First, the teaching objectives:
1, knowledge and skills
(1) Understand the concepts of random events, inevitable events, impossible events and certain events;
(2) Correctly understand the frequency and significance of event A;
2. Process and method
In the teaching of discovery method, we can learn and improve by collecting data from coin and dice tossing experiments, summarizing experimental results, discovering laws and exploring.
3. Emotions and values
Through students' hands-on, brains and personal experiments, we can understand knowledge and the relationship between mathematical knowledge and the real world. Cultivate students' dialectical materialism and enhance their scientific consciousness.
Second, the teaching emphasis and difficulty:
Focus: (1) event classification; ⑵ Correctly understand the significance of the frequency of A events.
Difficulties: (1) Understand the difference and connection between frequency and probability; ⑵ Explain specific problems in real life with probability knowledge.
Third, the teaching process:
(A) create scenarios and introduce topics
In daily life, some questions can be answered accurately. For example, when the room temperature is below, can the water in the basin turn into ice? Will the sun rise in the east tomorrow? Wait, these things are inevitable. At the same time, some questions are difficult to give accurate answers. For example, when will you get up tomorrow? How many people eat in the school cafeteria? Can the current welfare lottery win? Wait, the results of these questions are accidental and uncertain, so it is difficult to give accurate answers.

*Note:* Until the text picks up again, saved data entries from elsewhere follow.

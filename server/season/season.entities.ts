import { DistrictProfileEntity } from './district-profile.entity';
import { DistrictRunStateEntity } from './district-run-state.entity';
import { DistrictTierEntity } from './district-tier.entity';
import { SeasonRunEntity } from './season-run.entity';
import { TierSettingsVersionEntity } from './tier-settings-version.entity';
import { VectorClockDayEntity } from './vector-clock-day.entity';

export const seasonEntities: Function[] = [
  SeasonRunEntity,
  VectorClockDayEntity,
  DistrictTierEntity,
  DistrictProfileEntity,
  TierSettingsVersionEntity,
  DistrictRunStateEntity,
];
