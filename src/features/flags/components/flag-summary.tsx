import { Link } from 'react-router-dom';
import type { FlagDto } from '../../../../shared/api/flags.schema';
import { TierBadge } from '../../ladder/components/tier-badge';
import { formatWhen, raisedByLabel, reasonLabel, statusLabel } from '../flag-format';

/** What a supervisor needs to decide: district, tier, why, the drivers at the time, the message and the actions. */
export function FlagSummary({ flag, linkToPage = false }: { flag: FlagDto; linkToPage?: boolean }) {
  const drivers = [...flag.drivers].filter((d) => d.score !== null).sort((a, b) => b.contribution - a.contribution);
  return (
    <div className="space-y-3">
      <div className="flex flex-wrap items-center gap-3">
        <h2 className="section-title !mb-0">
          {linkToPage ? (
            <Link className="link" to={`/flags/${flag.id}`}>
              {flag.districtName} ({flag.districtCode})
            </Link>
          ) : (
            `${flag.districtName} (${flag.districtCode})`
          )}
        </h2>
        {flag.tier ? <TierBadge tier={flag.tier} /> : <span className="text-sm text-ink-muted">No tier yet</span>}
        <span className="status">{statusLabel(flag)}</span>
      </div>
      <p className="text-sm text-ink-muted">
        {reasonLabel(flag)}
        {flag.epiWeek ? ` · week ${flag.epiWeek} of ${flag.epiYear}` : ''} · raised by {raisedByLabel(flag)} on {formatWhen(flag.createdAt)}
      </p>
      {flag.note ? <p className="text-sm">Why: {flag.note}</p> : null}
      {drivers.length ? (
        <p className="text-sm">
          Drivers at the time:{' '}
          {drivers.map((d) => `${d.label} ${Math.round(d.contribution * 100)} %`).join(' · ')}
        </p>
      ) : null}
      <blockquote className="border-l-4 border-line pl-3">{flag.finalMessage ?? flag.suggestedMessage}</blockquote>
      <details>
        <summary className="cursor-pointer text-sm font-bold">Suggested actions ({flag.actions.length})</summary>
        <ul className="mt-2 list-disc space-y-1 pl-5 text-sm">
          {flag.actions.map((a) => (
            <li key={a.id}>
              <strong>{a.title}.</strong> {a.text}
            </li>
          ))}
        </ul>
        <p className="mt-2 text-sm italic">{flag.caution}</p>
      </details>
      {flag.status !== 'open' ? (
        <p className="text-sm">
          {statusLabel(flag)} by {flag.decidedBy?.displayName ?? 'someone'} on {flag.decidedAt ? formatWhen(flag.decidedAt) : '—'}
          {flag.decisionReason ? `: ${flag.decisionReason}` : ''}
        </p>
      ) : null}
    </div>
  );
}
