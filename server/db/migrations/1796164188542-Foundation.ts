// Reviewed: users, districts with populations and GeoJSON boundaries, sessions, one-time tokens
// (invite / reset, hashed), audit trail. Foreign keys cascade from users and districts.
import { MigrationInterface, QueryRunner } from "typeorm";

export class Foundation1796164188542 implements MigrationInterface {
    name = 'Foundation1796164188542'

    public async up(queryRunner: QueryRunner): Promise<void> {
        await queryRunner.query(`
            CREATE TABLE "audit_events" (
                "id" BIGSERIAL NOT NULL,
                "at" TIMESTAMP WITH TIME ZONE NOT NULL DEFAULT now(),
                "actor_id" uuid,
                "action" text NOT NULL,
                "entity" text NOT NULL,
                "entity_id" text NOT NULL,
                "before" jsonb,
                "after" jsonb,
                "reason" text,
                CONSTRAINT "PK_910f64d901a5c3e9878f0d4a407" PRIMARY KEY ("id")
            )
        `);
        await queryRunner.query(`
            CREATE INDEX "audit_events_entity_idx" ON "audit_events" ("entity", "entity_id")
        `);
        await queryRunner.query(`
            CREATE TABLE "users" (
                "id" uuid NOT NULL DEFAULT gen_random_uuid(),
                "email" text NOT NULL,
                "display_name" text NOT NULL,
                "role" text NOT NULL,
                "password_hash" text,
                "active" boolean NOT NULL DEFAULT true,
                "created_at" TIMESTAMP WITH TIME ZONE NOT NULL DEFAULT now(),
                "updated_at" TIMESTAMP WITH TIME ZONE NOT NULL DEFAULT now(),
                CONSTRAINT "users_role_check" CHECK (
                    role IN (
                        'admin',
                        'officer',
                        'epidemiologist',
                        'supervisor',
                        'worker'
                    )
                ),
                CONSTRAINT "PK_a3ffb1c0c8416b9fc6f907b7433" PRIMARY KEY ("id")
            )
        `);
        await queryRunner.query(`
            CREATE UNIQUE INDEX "users_email_key" ON "users" ("email")
        `);
        await queryRunner.query(`
            CREATE TABLE "one_time_tokens" (
                "id" uuid NOT NULL DEFAULT gen_random_uuid(),
                "user_id" uuid NOT NULL,
                "purpose" text NOT NULL,
                "token_hash" text NOT NULL,
                "expires_at" TIMESTAMP WITH TIME ZONE NOT NULL,
                "used_at" TIMESTAMP WITH TIME ZONE,
                "created_at" TIMESTAMP WITH TIME ZONE NOT NULL DEFAULT now(),
                CONSTRAINT "one_time_tokens_purpose_check" CHECK (purpose IN ('invite', 'password-reset')),
                CONSTRAINT "PK_8e470cc9ffc1b2afa054304db17" PRIMARY KEY ("id")
            )
        `);
        await queryRunner.query(`
            CREATE UNIQUE INDEX "one_time_tokens_hash_key" ON "one_time_tokens" ("token_hash")
        `);
        await queryRunner.query(`
            CREATE TABLE "sessions" (
                "id" uuid NOT NULL DEFAULT gen_random_uuid(),
                "user_id" uuid NOT NULL,
                "created_at" TIMESTAMP WITH TIME ZONE NOT NULL DEFAULT now(),
                "expires_at" TIMESTAMP WITH TIME ZONE NOT NULL,
                "revoked_at" TIMESTAMP WITH TIME ZONE,
                CONSTRAINT "PK_3238ef96f18b355b671619111bc" PRIMARY KEY ("id")
            )
        `);
        await queryRunner.query(`
            CREATE INDEX "sessions_user_idx" ON "sessions" ("user_id")
        `);
        await queryRunner.query(`
            CREATE TABLE "districts" (
                "id" uuid NOT NULL DEFAULT gen_random_uuid(),
                "code" text NOT NULL,
                "name" text NOT NULL,
                "is_demo" boolean NOT NULL DEFAULT false,
                "boundary" jsonb,
                "centroid_lat" double precision,
                "centroid_lon" double precision,
                "created_at" TIMESTAMP WITH TIME ZONE NOT NULL DEFAULT now(),
                CONSTRAINT "PK_972a72ff4e3bea5c7f43a2b98af" PRIMARY KEY ("id")
            )
        `);
        await queryRunner.query(`
            CREATE UNIQUE INDEX "districts_code_key" ON "districts" ("code")
        `);
        await queryRunner.query(`
            CREATE TABLE "district_populations" (
                "district_id" uuid NOT NULL,
                "year" integer NOT NULL,
                "population" integer NOT NULL,
                CONSTRAINT "district_populations_population_check" CHECK (population >= 0),
                CONSTRAINT "PK_f7e3f2bdca4926f00df7b70dcc8" PRIMARY KEY ("district_id", "year")
            )
        `);
        await queryRunner.query(`
            CREATE TABLE "user_districts" (
                "user_id" uuid NOT NULL,
                "district_id" uuid NOT NULL,
                CONSTRAINT "PK_8c438ba258378ce381d093c255d" PRIMARY KEY ("user_id", "district_id")
            )
        `);
        await queryRunner.query(`
            CREATE INDEX "user_districts_district_idx" ON "user_districts" ("district_id")
        `);
        await queryRunner.query(`
            ALTER TABLE "one_time_tokens"
            ADD CONSTRAINT "FK_0dc2deee64e514ad6f7e69504e1" FOREIGN KEY ("user_id") REFERENCES "users"("id") ON DELETE CASCADE ON UPDATE NO ACTION
        `);
        await queryRunner.query(`
            ALTER TABLE "sessions"
            ADD CONSTRAINT "FK_085d540d9f418cfbdc7bd55bb19" FOREIGN KEY ("user_id") REFERENCES "users"("id") ON DELETE CASCADE ON UPDATE NO ACTION
        `);
        await queryRunner.query(`
            ALTER TABLE "district_populations"
            ADD CONSTRAINT "FK_6822ff002da8b3fbf7c124d78e6" FOREIGN KEY ("district_id") REFERENCES "districts"("id") ON DELETE CASCADE ON UPDATE NO ACTION
        `);
        await queryRunner.query(`
            ALTER TABLE "user_districts"
            ADD CONSTRAINT "FK_3776d9f273dca11ba535e197597" FOREIGN KEY ("user_id") REFERENCES "users"("id") ON DELETE CASCADE ON UPDATE NO ACTION
        `);
        await queryRunner.query(`
            ALTER TABLE "user_districts"
            ADD CONSTRAINT "FK_8a27c89b191cc235e932b207a75" FOREIGN KEY ("district_id") REFERENCES "districts"("id") ON DELETE CASCADE ON UPDATE NO ACTION
        `);
    }

    public async down(queryRunner: QueryRunner): Promise<void> {
        await queryRunner.query(`
            ALTER TABLE "user_districts" DROP CONSTRAINT "FK_8a27c89b191cc235e932b207a75"
        `);
        await queryRunner.query(`
            ALTER TABLE "user_districts" DROP CONSTRAINT "FK_3776d9f273dca11ba535e197597"
        `);
        await queryRunner.query(`
            ALTER TABLE "district_populations" DROP CONSTRAINT "FK_6822ff002da8b3fbf7c124d78e6"
        `);
        await queryRunner.query(`
            ALTER TABLE "sessions" DROP CONSTRAINT "FK_085d540d9f418cfbdc7bd55bb19"
        `);
        await queryRunner.query(`
            ALTER TABLE "one_time_tokens" DROP CONSTRAINT "FK_0dc2deee64e514ad6f7e69504e1"
        `);
        await queryRunner.query(`
            DROP INDEX "public"."user_districts_district_idx"
        `);
        await queryRunner.query(`
            DROP TABLE "user_districts"
        `);
        await queryRunner.query(`
            DROP TABLE "district_populations"
        `);
        await queryRunner.query(`
            DROP INDEX "public"."districts_code_key"
        `);
        await queryRunner.query(`
            DROP TABLE "districts"
        `);
        await queryRunner.query(`
            DROP INDEX "public"."sessions_user_idx"
        `);
        await queryRunner.query(`
            DROP TABLE "sessions"
        `);
        await queryRunner.query(`
            DROP INDEX "public"."one_time_tokens_hash_key"
        `);
        await queryRunner.query(`
            DROP TABLE "one_time_tokens"
        `);
        await queryRunner.query(`
            DROP INDEX "public"."users_email_key"
        `);
        await queryRunner.query(`
            DROP TABLE "users"
        `);
        await queryRunner.query(`
            DROP INDEX "public"."audit_events_entity_idx"
        `);
        await queryRunner.query(`
            DROP TABLE "audit_events"
        `);
    }

}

Some things happen by accident and some things are inevitable, but there is often some internal relationship between accident and necessity.
For example, the changes in our county have definite and inevitable laws throughout the year, but which day of the year is the hottest, coldest, with the largest rainfall and snowfall in our county is uncertain and accidental.
(blackboard writing topic)
(B) teacher-student interaction, explaining the new lesson
1. Related concepts
(1) inevitable event: the event that will happen under condition S is called the inevitable event relative to condition S;
(2) Impossible events: events that will not happen under condition S are called impossible events relative to condition S;
(3) Deterministic events: inevitable events and impossible events are collectively referred to as deterministic events relative to condition S;
(4) Random events: events that may or may not occur under condition S are called random events relative to condition S;
Deterministic events and random events are collectively called events, which are generally represented by capital letters A, B, C ...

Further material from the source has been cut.